SPEED VIEWS: The Central Railway”s Packaging Ban: Good or Unprofitable?

Posted on June 20, 2012

By Aarushi Dave:

On 22nd May, the Central Railway’s ban on products that are packed using non-biodegradable materials (mostly plastic) came into effect. As a result of this, the railway stations are free from plastic litter to a great extent. The idea behind this move will help reduce plastic waste on the railway station and will help in prevent the clogging of drains during the monsoon which leads to water logging on the tracks. And most commuters are also pleased to see this change.

However, there is a negative side; stall owners on stations are losing customers. People these days prefer products with plastic packaging, such as biscuit packs or chips. But, all that these shops now have are food stuff like peanuts, bhel, samosas or vadapavs. The sales of none of these are as lucrative as those of biscuits and chips. The everyday earnings of these stall owners have now shrunk by roughly four thousand to five thousand rupees. The profit margins of some stalls have gone down so low that owners are thinking of shutting down. But there is another question that arises, instead of putting an end to the source, why isn’t awareness being spread to stop littering? Or maybe owners could pack all what they have hygienically so that people would like to buy them.
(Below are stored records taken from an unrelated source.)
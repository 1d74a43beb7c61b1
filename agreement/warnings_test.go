package agreement

import (
	"slices"
	"strings"
	"testing"
)

// onePassFail is a study of one appraiser: of the good parts so many are called
// bad on one of two trials, every bad one is called right.
func onePassFail(t *testing.T, bad, good, falseAlarms int) *Ratings {
	t.Helper()
	r, err := New(bad+good, 2, []int{2})
	if err != nil {
		t.Fatal(err)
	}
	if err := r.SetAccept([]bool{false, true}); err != nil {
		t.Fatal(err)
	}
	reference := make([]Category, bad+good)
	for p := range reference {
		if p >= bad {
			reference[p] = 1
		}
		copy(r.Row(p), []Category{reference[p], reference[p]})
		if p >= bad && p < bad+falseAlarms {
			r.Row(p)[0] = 0
		}
	}
	if err := r.SetReference(reference); err != nil {
		t.Fatal(err)
	}
	return r
}

func has(a *Analysis, code, text string) bool {
	return slices.ContainsFunc(a.Warnings, func(w Warning) bool { return w.Code == code && strings.Contains(w.Text, text) })
}

// By hand: of 204 parts 4 are bad, and each of 8 good ones is rejected once in
// two trials. Of 408 calls 16 are reject, agreement with the reference is
// 400/408; kappa = (400/408 − pe)/(1 − pe) with pe = (16·8 + 392·400)/408² is
// 0.657, AC1 with 2·p(1 − p), p = 12/408, is 0.979. One category prevails, with a
// single appraiser too.
func TestPrevalenceOfOneAppraiser(t *testing.T) {
	a := analyse(t, onePassFail(t, 4, 200, 8), nil)
	near(t, "kappa", a.Against[0].Kappa.Value, (400.0/408-(16.0*8+392*400)/(408*408))/(1-(16.0*8+392*400)/(408*408)), closedForm)
	for name, e := range map[string]Estimate{"against": a.Against[0].Kappa, "within": a.Within[0].Kappa, "all": a.All.Kappa} {
		if !e.Prevalent {
			t.Errorf("%s: kappa %v is not marked", name, e.Value)
		}
	}
	if !has(a, "prevalence", "Read it beside the shares of parts") {
		t.Errorf("%v", a.Warnings)
	}
	even := analyse(t, onePassFail(t, 100, 104, 8), nil)
	if even.Against[0].Kappa.Prevalent || even.Within[0].Kappa.Prevalent || len(even.Warnings) > 0 {
		t.Errorf("no category prevails: %v", even.Warnings)
	}
}

func TestFewResamples(t *testing.T) {
	r := onePassFail(t, 20, 20, 4)
	if a := analyse(t, r, func(o *Options) { o.Confidence = 0.999 }); !has(a, "few_resamples", "2000 resamples are too few for limits of kappas at 99.9 %: fewer than 5 lie beyond each. Ask for 10000 or more.") {
		t.Errorf("%v", a.Warnings)
	}
	if a := analyse(t, r, func(o *Options) { o.Confidence, o.Resamples = 0.999, 10000 }); len(a.Warnings) > 0 {
		t.Errorf("%v", a.Warnings)
	}
}

// More resamples than can be kept make linearised intervals, in little memory.
func TestResamplesBeyondMemory(t *testing.T) {
	p := patterns{rows: make([][]Category, 500), pattern: make([]int32, 1000)}
	opt := DefaultOptions()
	if s := newResampler(p, opt, 1); s.weights == nil {
		t.Error("2000 resamples of 500 patterns are linearised")
	}
	opt.Resamples = MaxResamples
	if s := newResampler(p, opt, 1); s.weights != nil {
		t.Errorf("%d weights kept", len(s.weights))
	}
}
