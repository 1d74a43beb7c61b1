package agreement

import (
	"math/rand/v2"
	"testing"
)

// Row three of the speed table: every kappa of the 50 × 3 × 3 study.
func BenchmarkTenThousandResamples(b *testing.B) {
	r := msaStudy(b)
	opt := DefaultOptions()
	opt.Resamples = 10000
	for b.Loop() {
		if _, err := Analyse(r, opt); err != nil {
			b.Fatal(err)
		}
	}
}

// The computing share of row two: a million parts, five appraisers, two trials.
func BenchmarkTenMillionCalls(b *testing.B) {
	r := simulated(b, 1_000_000, []int{2, 2, 2, 2, 2})
	b.SetBytes(10_000_000)
	for b.Loop() {
		if _, err := Analyse(r, DefaultOptions()); err != nil {
			b.Fatal(err)
		}
	}
}

// simulated returns a study in which one part in three is bad and one call
// in twenty wrong.
func simulated(t testing.TB, parts int, trials []int) *Ratings {
	t.Helper()
	r, err := New(parts, 2, trials)
	if err != nil {
		t.Fatal(err)
	}
	rng := rand.New(rand.NewPCG(3, 4))
	ref := make([]Category, parts)
	for part := range ref {
		if rng.IntN(3) > 0 {
			ref[part] = 1
		}
		row := r.Row(part)
		for i := range row {
			row[i] = ref[part]
			if rng.IntN(20) == 0 {
				row[i] = 1 - row[i]
			}
		}
	}
	if err := r.SetReference(ref); err != nil {
		t.Fatal(err)
	}
	if err := r.SetAccept([]bool{false, true}); err != nil {
		t.Fatal(err)
	}
	return r
}
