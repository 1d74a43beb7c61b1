package agreement

import (
	"math"
	"testing"

	"samecall/agreement/interval"
)

// msaStudy is the MSA manual's study: categories reject, accept; appraisers
// A, B, C; three trials.
func msaStudy(t testing.TB) *Ratings {
	t.Helper()
	rows := readCSV(t, "msa-manual-50x3x3.csv")
	r, err := New(len(rows), 2, []int{3, 3, 3})
	if err != nil {
		t.Fatal(err)
	}
	ref := make([]Category, len(rows))
	for part, row := range rows {
		ref[part] = row[1][0] - '0'
		for i, c := range row[3:] {
			r.Row(part)[i] = c[0] - '0'
		}
	}
	if err := r.SetReference(ref); err != nil {
		t.Fatal(err)
	}
	if err := r.SetAccept([]bool{false, true}); err != nil {
		t.Fatal(err)
	}
	return r
}

func analyse(t testing.TB, r *Ratings, change func(*Options)) *Analysis {
	t.Helper()
	opt := DefaultOptions()
	if change != nil {
		change(&opt)
	}
	a, err := Analyse(r, opt)
	if err != nil {
		t.Fatal(err)
	}
	return a
}

// Source: statsmodels, scikit-learn and plain formulas (expected-py.json);
// R's psych, binom.test and survey (expected-r.json).
func TestMSAStudy(t *testing.T) {
	type limits struct {
		X, N         int
		Lower, Upper float64
	}
	type pair struct {
		Table     Table
		Kappa, SE float64
	}
	type se struct{ Kappa, SE float64 }
	var r struct {
		MSA struct {
			Matched       map[string]pair `json:"cohen_between_matched"`
			Reference     map[string]pair `json:"cohen_vs_reference"`
			All           map[string]pair `json:"cohen_between_all_trial_pairs"`
			Within        map[string]limits
			Effectiveness map[string]limits
			Miss          map[string]limits `json:"miss_rate_calls"`
			FalseAlarm    map[string]limits `json:"false_alarm_rate_calls"`
			Between       limits            `json:"between_all"`
			AllRight      limits            `json:"all_vs_reference"`
			Clustered     struct {
				Reference map[string]se `json:"kappa_vs_reference"`
				Between   map[string]se `json:"kappa_between"`
			}
		} `json:"msa_manual"`
	}
	readJSON(t, "expected-r.json", &r)
	var py struct {
		MSA struct {
			Within    map[string]float64 `json:"fleiss_within"`
			AllNine   float64            `json:"fleiss_all_nine_calls"`
			ByTrial   []float64          `json:"fleiss_between_by_trial"`
			Alpha     float64            `json:"alpha_nominal_all_nine"`
			AC1       float64            `json:"ac1_all_nine"`
			Agreement float64            `json:"percent_agreement_all_nine"`
			Pairs     struct {
				Same      float64 `json:"within_kappa_pooled_margin"`
				Different float64 `json:"between_kappa_pooled_margin"`
			}
		} `json:"msa_manual"`
	}
	readJSON(t, "expected-py.json", &py)

	study := msaStudy(t)
	names := []string{"A", "B", "C"}
	got := analyse(t, study, nil)
	linear := analyse(t, study, func(o *Options) { o.Resamples = 0; o.Independent = true })
	share := func(what string, s Share, want limits) {
		t.Helper()
		if s.Count != want.X || s.Of != want.N {
			t.Errorf("%s: %d of %d, want %d of %d", what, s.Count, s.Of, want.X, want.N)
		}
		near(t, what+" lower", s.Interval.Lower, want.Lower, closedForm)
		near(t, what+" upper", s.Interval.Upper, want.Upper, closedForm)
	}
	linearised := func(what string, e Estimate, want se) {
		t.Helper()
		near(t, what, e.Value, want.Kappa, closedForm)
		near(t, what+" se", e.StandardError, want.SE, 1e-6)
	}
	independent := func(what string, e Estimate, want pair) {
		t.Helper()
		near(t, what, e.Independent.Upper-e.Value, must[interval.Interval](t)(interval.Normal(0, want.SE, 0.95)).Upper, closedForm)
	}
	for a, name := range names {
		w, g := got.Within[a], got.Against[a]
		near(t, "within "+name, w.Kappa.Value, py.MSA.Within[name], closedForm)
		share("within "+name, w.Share, r.MSA.Within[name])
		share("effectiveness "+name, g.Effectiveness, r.MSA.Effectiveness[name])
		near(t, "kappa "+name, g.Kappa.Value, r.MSA.Reference[name].Kappa, closedForm)
		sameTable(t, name, g.Table, r.MSA.Reference[name].Table)
		linearised("kappa against reference "+name, linear.Against[a].Kappa, r.MSA.Clustered.Reference[name])
		independent("independent "+name, linear.Against[a].Kappa, r.MSA.Reference[name])
		for what, c := range map[string]struct {
			got  Share
			want limits
		}{"miss": {g.Miss, r.MSA.Miss[name]}, "false alarm": {g.FalseAlarm, r.MSA.FalseAlarm[name]}} {
			if c.got.Count != c.want.X || c.got.Of != c.want.N {
				t.Errorf("%s %s: %d of %d, want %d of %d", what, name, c.got.Count, c.got.Of, c.want.X, c.want.N)
			}
		}
	}
	for i, p := range got.Between.Pairs {
		name := names[p.A] + "-" + names[p.B]
		sameTable(t, name, p.Table, r.MSA.Matched[name].Table)
		linearised("kappa "+name, linear.Between.Pairs[i].Kappa, r.MSA.Clustered.Between[name])
		independent("independent "+name, linear.Between.Pairs[i].Kappa, r.MSA.Matched[name])
	}
	for _, p := range analyse(t, study, func(o *Options) { o.Pairing = All }).Between.Pairs {
		name := names[p.A] + "-" + names[p.B]
		sameTable(t, name+" all", p.Table, r.MSA.All[name].Table)
		near(t, name+" all", p.Kappa.Value, r.MSA.All[name].Kappa, closedForm)
	}
	b := got.Between
	share("between", b.Share, r.MSA.Between)
	share("all right", got.All.Effectiveness, r.MSA.AllRight)
	near(t, "Fleiss", b.Fleiss.Value, py.MSA.AllNine, closedForm)
	near(t, "alpha", b.Alpha.Value, py.MSA.Alpha, closedForm)
	near(t, "AC1", b.AC1.Value, py.MSA.AC1, closedForm)
	near(t, "agreement", b.Agreement, py.MSA.Agreement, closedForm)
	near(t, "same appraiser", b.SameAppraiser.Value, py.MSA.Pairs.Same, closedForm)
	near(t, "different appraisers", b.DifferentAppraisers.Value, py.MSA.Pairs.Different, closedForm)
	for trial, want := range py.MSA.ByTrial {
		one, err := New(50, 2, []int{1, 1, 1})
		if err != nil {
			t.Fatal(err)
		}
		for part := range 50 {
			for a := range 3 {
				one.Row(part)[a] = study.Calls(part, a)[trial]
			}
		}
		near(t, "Fleiss by trial", analyse(t, one, nil).Between.Fleiss.Value, want, closedForm)
	}
}

func sameTable(t testing.TB, what string, got, want Table) {
	t.Helper()
	if len(got) != len(want) {
		t.Fatalf("%s: table of %d categories, want %d", what, len(got), len(want))
	}
	for j := range got {
		for k := range got[j] {
			if got[j][k] != want[j][k] {
				t.Errorf("%s: table[%d][%d] = %d, want %d", what, j, k, got[j][k], want[j][k])
			}
		}
	}
}

// The derivative of every coefficient, against central differences.
func TestGradients(t *testing.T) {
	counts := [][]int{{3, 1, 0}, {0, 2, 2}, {1, 1, 1}, {0, 0, 5}, {2, 0, 0}, {0, 1, 0}}
	times := []int{2, 1, 3, 1, 2, 1}
	type pair struct {
		coefficient
		z contributions
	}
	of := func(m oneMargin, z contributions) pair { return pair{m, z} }
	crossed := func(w Weights) pair {
		m := twoMargins{3, w.matrix(3)}
		z := newContributions(m.size(), times)
		for i := range times {
			m.add(z.of(i), i%3, (i*i+1)%3, 2)
			m.add(z.of(i), i%3, i%2, 1)
		}
		return pair{m, z}
	}
	for name, c := range map[string]pair{
		"Fleiss": of(fleiss(counts, times)), "AC1": of(ac1(counts, times)), "alpha": of(alpha(counts, times)),
		"Cohen": crossed(Nominal), "linear": crossed(Linear), "quadratic": crossed(Quadratic),
	} {
		sums := c.z.sums()
		g := make([]float64, len(sums))
		c.gradient(sums, g)
		for j := range sums {
			h := 1e-5 * math.Max(1, sums[j])
			at := func(d float64) float64 {
				s := append([]float64{}, sums...)
				s[j] += d
				k, ok := evaluate(c, s)
				if !ok {
					t.Fatal("undefined")
				}
				return k
			}
			near(t, name, g[j], (at(h)-at(-h))/(2*h), 1e-7)
		}
	}
}

// Each limit for itself is the exact one-sided limit, and lies within the
// two-sided interval. Source of the limits: see interval/binomial_test.go.
func TestOneSidedLimits(t *testing.T) {
	a := analyse(t, msaStudy(t), nil)
	for i, g := range a.Against {
		e := g.Effectiveness
		near(t, "lower", e.OneSided.Lower, interval.LowerLimit(e.Count, e.Of, 0.95), closedForm)
		near(t, "upper", e.OneSided.Upper, interval.UpperLimit(e.Count, e.Of, 0.95), closedForm)
		for _, e := range []Estimate{e.Estimate, g.Miss.Estimate, g.FalseAlarm.Estimate, g.Kappa, a.Within[i].Kappa} {
			if !(e.Interval.Lower <= e.OneSided.Lower && e.OneSided.Upper <= e.Interval.Upper && e.OneSided.Contains(e.Value)) {
				t.Errorf("one-sided %v of %g in two-sided %v", e.OneSided, e.Value, e.Interval)
			}
		}
	}
}
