package agreement

import (
	"errors"
	"math"

	"gonum.org/v1/gonum/mat"
	"gonum.org/v1/gonum/mathext"
	"gonum.org/v1/gonum/stat/distuv"
)

// Test is the result of a test of direction: do two sides disagree one way
// more than the other? The tests take pairs of calls as independent.
type Test struct {
	Statistic float64 // chi-square; for the exact test, the smaller of the two counts
	DF        int     // degrees of freedom; 0 for the exact test
	P         float64 // probability of so much or more direction if there were none
}

var (
	errTwoByTwo    = errors.New("agreement: McNemar's test wants two categories")
	errNoDirection = errors.New("no call disagrees: there is no direction to test")
)

// McNemar returns the exact test of direction in a table of two categories:
// whether the two kinds of disagreement are equally frequent (McNemar,
// Psychometrika 12 (1947) 153–157; exact by the binomial, up to a million
// disagreements). It returns an error if there are not two categories or
// nothing disagrees.
func (t Table) McNemar() (Test, error) {
	if err := t.check(); err != nil {
		return Test{}, err
	}
	if len(t) != 2 {
		return Test{}, errTwoByTwo
	}
	x, y := t[0][1], t[1][0]
	if x > y {
		x, y = y, x
	}
	if y == 0 {
		return Test{}, errNoDirection
	}
	return Test{Statistic: float64(x), P: min(1, 2*halfTail(float64(x), float64(y)))}, nil
}

// halfTail returns P(X ≤ x) for X binomial of x + y at one half. Beyond a
// million the incomplete beta function loses its digits about the middle, and
// the normal with its correction for continuity is right to 3e-5 of p.
func halfTail(x, y float64) float64 {
	if n := x + y; n > 1e6 {
		return distuv.UnitNormal.CDF((x + 0.5 - n/2) / (math.Sqrt(n) / 2))
	}
	return mathext.RegIncBeta(y, x+1, 0.5)
}

// Bowker returns the test of symmetry of a table of any size (Bowker,
// Journal of the American Statistical Association 43 (1948) 572–574): is
// each confusion of two categories as frequent one way as the other? Pairs
// of categories that were never confused do not count. It returns an error
// if nothing disagrees.
func (t Table) Bowker() (Test, error) {
	if err := t.check(); err != nil {
		return Test{}, err
	}
	var r Test
	for j := range t {
		for k := range j {
			if n := t[j][k] + t[k][j]; n > 0 {
				d := float64(t[j][k] - t[k][j])
				r.Statistic += d * d / float64(n)
				r.DF++
			}
		}
	}
	if r.DF == 0 {
		return Test{}, errNoDirection
	}
	r.P = chiSquareTail(r.Statistic, r.DF)
	return r, nil
}

// StuartMaxwell returns the test of marginal homogeneity (Stuart, Biometrika
// 42 (1955) 412–416; Maxwell, British Journal of Psychiatry 116 (1970)
// 651–655): do both sides use each category equally often? Categories that
// are confused only among themselves are tested as a group of their own. It
// returns an error if nothing disagrees.
func (t Table) StuartMaxwell() (Test, error) {
	if err := t.check(); err != nil {
		return Test{}, err
	}
	var r Test
	for _, group := range t.confused() {
		m := len(group) - 1 // the last difference follows from the others
		d := mat.NewVecDense(m, nil)
		v := mat.NewSymDense(m, nil)
		for a, j := range group[:m] {
			var margins int
			for k := range t {
				margins += t[j][k] + t[k][j]
				d.SetVec(a, d.AtVec(a)+float64(t[j][k]-t[k][j]))
			}
			v.SetSym(a, a, float64(margins-2*t[j][j]))
			for b, k := range group[:a] {
				v.SetSym(a, b, -float64(t[j][k]+t[k][j]))
			}
		}
		var chol mat.Cholesky
		if !chol.Factorize(v) {
			return Test{}, errors.New("agreement: the margins' covariance is singular")
		}
		var solved mat.VecDense
		if err := chol.SolveVecTo(&solved, d); err != nil {
			return Test{}, errors.New("agreement: the margins' covariance is nearly singular")
		}
		r.Statistic += mat.Dot(d, &solved)
		r.DF += m
	}
	if r.DF == 0 {
		return Test{}, errNoDirection
	}
	r.P = chiSquareTail(r.Statistic, r.DF)
	return r, nil
}

// confused returns the groups, of two or more, of categories that were
// confused with each other, directly or through others.
func (t Table) confused() [][]int {
	var groups [][]int
	done := make([]bool, len(t))
	for first := range t {
		if done[first] {
			continue
		}
		done[first] = true
		group := []int{first}
		for i := 0; i < len(group); i++ {
			for k := range t {
				if !done[k] && t[group[i]][k]+t[k][group[i]] > 0 {
					done[k] = true
					group = append(group, k)
				}
			}
		}
		if len(group) > 1 {
			groups = append(groups, group)
		}
	}
	return groups
}

func chiSquareTail(x float64, df int) float64 {
	return distuv.ChiSquared{K: float64(df)}.Survival(x)
}
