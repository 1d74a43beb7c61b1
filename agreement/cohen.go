package agreement

import (
	"fmt"
	"math"
)

// Weights says how much two different categories disagree.
type Weights int

const (
	// Nominal: any two categories disagree alike.
	Nominal Weights = iota
	// Linear: in proportion to the steps between them (Cicchetti & Allison,
	// American Journal of EEG Technology 11 (1971) 101–109).
	Linear
	// Quadratic: in proportion to the square of the steps (Fleiss & Cohen,
	// Educational and Psychological Measurement 33 (1973) 613–619).
	Quadratic
)

// matrix returns the disagreement of each two of K ordered categories, row
// by row, 1 for the two that are furthest apart; nil for Nominal.
func (w Weights) matrix(K int) []float64 {
	if w == Nominal || K < 2 {
		return nil
	}
	m := make([]float64, K*K)
	for j := range K {
		for k := range K {
			d := math.Abs(float64(j-k)) / float64(K-1)
			if w == Quadratic {
				d *= d
			}
			m[j*K+k] = d
		}
	}
	return m
}

// Kappa returns Cohen's kappa (Educational and Psychological Measurement 20
// (1960) 37–46), weighted for ordered categories if so asked (Cohen,
// Psychological Bulletin 70 (1968) 213–220). It returns an error if the
// table is malformed or empty, if both sides used one and the same category
// only, or if there are no such weights.
func (t Table) Kappa(w Weights) (float64, error) {
	if w < Nominal || w > Quadratic {
		return 0, fmt.Errorf("agreement: weights %d, want Nominal, Linear or Quadratic", int(w))
	}
	if err := t.check(); err != nil {
		return 0, err
	}
	m := twoMargins{len(t), w.matrix(len(t))}
	sums := make([]float64, m.size())
	m.addTable(sums, t)
	k, ok := evaluate(m, sums)
	if !ok {
		return 0, errOneCategory
	}
	return k, nil
}

// whole takes off what rounding adds to a sum of weights, for it to be the same
// in whatever order they were added.
func (m twoMargins) whole(sum float64) float64 {
	if m.weights == nil {
		return sum
	}
	steps := float64((m.categories - 1) * (m.categories - 1)) // of which each weight is a whole number
	return math.Round(sum*steps) / steps
}

// addTable adds a cross-table to sums.
func (m twoMargins) addTable(sums []float64, t Table) {
	for j, row := range t {
		for k, c := range row {
			if c != 0 {
				m.add(sums, j, k, float64(c))
			}
		}
	}
}

// add adds n pairs of calls, j by the one side and k by the other.
func (m twoMargins) add(sums []float64, j, k int, n float64) {
	sums[compared] += n
	switch {
	case m.weights != nil:
		sums[disagreed] += n * m.weights[j*m.categories+k]
	case j != k:
		sums[disagreed] += n
	}
	sums[2+j] += n
	sums[2+m.categories+k] += n
}

// Kappa1969 returns two standard errors of kappa that take pairs of calls as
// independent: at the kappa found, and when there is no agreement beyond
// chance (Fleiss, Cohen & Everitt, Psychological Bulletin 72 (1969)
// 323–327). They serve checks against published tables; with several calls
// on a part they are not right. Errors are those of Kappa.
func (t Table) Kappa1969(w Weights) (se, seNone float64, err error) {
	kappa, err := t.Kappa(w)
	if err != nil {
		return 0, 0, err
	}
	K := len(t)
	weight := w.matrix(K)
	agree := func(j, k int) float64 {
		if weight != nil {
			return 1 - weight[j*K+k]
		}
		return float64(is(j, k))
	}
	pairs, _ := t.Total()
	n := float64(pairs)
	row, column := make([]float64, K), make([]float64, K)
	for j := range t {
		for k, c := range t[j] {
			row[j] += float64(c) / n
			column[k] += float64(c) / n
		}
	}
	// Mean weight of each row and column under chance.
	rowMean, columnMean := make([]float64, K), make([]float64, K)
	var chance float64
	for j := range K {
		for k := range K {
			rowMean[j] += agree(j, k) * column[k]
			columnMean[k] += agree(j, k) * row[j]
			chance += agree(j, k) * row[j] * column[k]
		}
	}
	var found, none float64
	for j := range K {
		for k := range K {
			m := rowMean[j] + columnMean[k]
			d := agree(j, k) - m*(1-kappa)
			found += float64(t[j][k]) / n * d * d
			d = agree(j, k) - m
			none += row[j] * column[k] * d * d
		}
	}
	d := kappa - chance*(1-kappa)
	scale := (1 - chance) * math.Sqrt(n)
	return math.Sqrt(max(0, found-d*d)) / scale, math.Sqrt(max(0, none-chance*chance)) / scale, nil
}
Commuters however do not oppose this ban, though some of them who travel a long way do feel the absence of some of the eatables that are banned. They used to find it convenient to buy chips and other banned stuff to munch on their way home. Though I agree with the idea of this ban (who won’t want to see the stations free of plastic waste), I still feel that more attention should be paid on spreading awareness on keeping the stations litter free rather than banning the source itself.